You can't tell me that he stopped having pleasure when the whistle
blew; now did he?"
"Not punctual," Brute admitted.
"He put pleasure first. Pleasure paid him. Pleasure always pays,
if it is real."
"What's to tell," asked the boy, "whether you're
experiencin' a real pleasure or just being a slant-domed fan of gaiety?"
That was a hard drive at my theory. We were both silent for a moment
in the cascade of white light that poured upon the brooding forest. A
short way off, some pines stood shining like candelabra. There seemed
no reason why the path of the future should not be plain, so abundant
was the joy of living. Brute answered his own question:
"I think I get you; it's this way. In your way of living there
won't need to be anybody to do the chores, for there won't be any
chores to do. There 'll be enough people to have everybody doing what
he likes and yet get everything done."
"And better done than now, " I added; "for it will be
done from the heart. That's the only real fun-doing something from
the heart. Call it business, if you like to fool the world. Or call
it just plain pleasure, if you 're bold. You like your grease and
monkey-wrenches, and I like something else; but both of them would be
abominable trades for a third man. And if coming out here in the
wilds didn't do another thing for us but make us certain, it would be
time well spent. But you found your ideas in addition."
"And the money-end 'll come? Do you believe that this
pleasure-business will bring in the money as sure as that old system
of drudgery?"
"Ford made his millions out of being happy. If he'd stuck to
business he'd 've still been working for a living."
"But Ford's Ford."
"Well, you're you, with just the same truths holding water as
they did for Ford and all the rest of us in this good old United
States that God and Thomas Jefferson planned out so well. Did they
make you learn the Declaration of Independence in your school?"

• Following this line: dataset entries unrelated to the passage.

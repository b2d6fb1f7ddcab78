package lsp

import (
	"fmt"
	"strings"
	"testing"
	"time"

	"triodeck/analysis/rules"
)

// BenchmarkKeystroke types a digit into the middle of a deck and waits until the
// findings about that version have arrived, without the rest that the program
// grants an edit.
func BenchmarkKeystroke(b *testing.B) {
	for _, lines := range []int{1000, 10000} {
		b.Run(fmt.Sprintf("%d lines", lines), func(b *testing.B) {
			c := dial(b, rules.All)
			c.initialize("utf-8")
			path := home("large.sp")
			c.open(path, largeDeck(lines))
			c.idle()
			at := map[string]any{"line": lines / 2, "character": 0}
			version := 1
			for b.Loop() {
				version++
				c.notify("textDocument/didChange", map[string]any{
					"textDocument":   map[string]any{"uri": uriOf(path), "version": version},
					"contentChanges": []any{map[string]any{"text": edits[version%2], "range": map[string]any{"start": at, "end": map[string]any{"line": lines / 2, "character": version % 2 * 2}}}},
				})
				c.idle()
			}
		})
	}
}

// edits put a comment mark before a line and take it away again.
var edits = [2]string{"* ", ""}

// largeDeck has cells of a few MOSFETs, each with nets of its own, and the bias of
// every net, in about as many lines as asked for.
func largeDeck(lines int) string {
	var b strings.Builder
	b.WriteString("a large flat deck\n.model nch nmos vto=0.45 kp=280u gamma=0.45 phi=0.8 lambda=0.08\n.model pch pmos vto=-0.45 kp=70u lambda=0.1\nVdd vdd 0 1.8\n")
	for i := 0; 5*i < lines-4; i++ {
		fmt.Fprintf(&b, "Mn%d out%d in%d 0 0 nch W=%du L=0.18u\n", i, i, i, 1+i%9)
		fmt.Fprintf(&b, "Mp%d out%d in%d vdd vdd pch W=%du L=0.18u\n", i, i, i, 2+i%9)
		fmt.Fprintf(&b, "Ms%d samp%d vdd out%d 0 nch W=4u L=0.18u ;@ expect not saturation\n", i, i, i)
		fmt.Fprintf(&b, "C%d samp%d 0 50f\n", i, i)
		fmt.Fprintf(&b, "*@ bias v(in%d)=0.9 v(out%d)=0.8 v(samp%d)=0.79\n", i, i, i)
	}
	return b.String()
}

// TestLargeDeck answers about a large deck, with generous patience: a deck of this
// size must not take the editor's breath.
func TestLargeDeck(t *testing.T) {
	c := dial(t, rules.All)
	c.initialize("utf-8")
	path := home("large.sp")
	began := time.Now()
	c.open(path, largeDeck(5000))
	c.idle()
	m := c.call("textDocument/inlayHint", map[string]any{
		"textDocument": map[string]any{"uri": uriOf(path)},
		"range":        map[string]any{"start": map[string]any{"line": 2500, "character": 0}, "end": map[string]any{"line": 2600, "character": 0}},
	})
	if n := strings.Count(string(m.Result), `"label"`); m.Error != nil || n < 60 {
		t.Errorf("%d hints for 100 lines: %+v", n, m.Error)
	}
	if d := time.Since(began); d > patience {
		t.Errorf("it took %v", d)
	}
}

// BenchmarkHints asks for the hints of a whole large deck at once, and of what a
// window shows.
func BenchmarkHints(b *testing.B) {
	c := dial(b, rules.All)
	c.initialize("utf-8")
	path := home("large.sp")
	c.open(path, largeDeck(10000))
	c.idle()
	for _, n := range []int{60, 10000} {
		b.Run(fmt.Sprintf("%d of 10000 lines", n), func(b *testing.B) {
			for b.Loop() {
				m := c.call("textDocument/inlayHint", map[string]any{
					"textDocument": map[string]any{"uri": uriOf(path)},
					"range":        map[string]any{"start": map[string]any{"line": 0, "character": 0}, "end": map[string]any{"line": n, "character": 0}},
				})
				if m.Error != nil {
					b.Fatal(m.Error)
				}
			}
		})
	}
}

"That dope about life, liberty, and the pursuit of
happiness?" Brute lit his pipe again. "It never impressed
us kids much."
"That very dope is the whole thing. That's the American
contribution to this universe. Our American notion of pleasure is to
follow out our bent, and our notion of happiness is having the
liberty to follow out our pleasure."
"Well, there ain't so much happiness lying around, according to
that," said Brute.
"That's true. Because there are mighty few who've read their
Declaration of Independence right. There are a million clerks keeping
ledgers who secretly want to keep cows, a million milliners dreaming
how happy they are going to be when they've chewed off the last
thread, five million unhappy school-teachers who don't know what that
first sentence of the Declaration means."
"Which is-?"
"Healthy life, intelligent liberty, and the pursuit of
happiness-meaning happiness in your pursuit."
I knew that Brute's first puff was the end of the conversation, but
his thoughts were burrowing deep still, and in that vast silence any
talk seemed but trivial embroidery to the largeness of the day. The
mountain seemed brooding over the plain, and the plain led one's
fancy to the sea. But now their impersonal hugeness seemed less
interesting far than the glimpse I had had into the boy's heart
beside me. And, as if in answer to my mood, he stretched and said:
"Seein' big must make you think big. I wonder what we'd have
talked at if we'd been sittin' on the Rockies."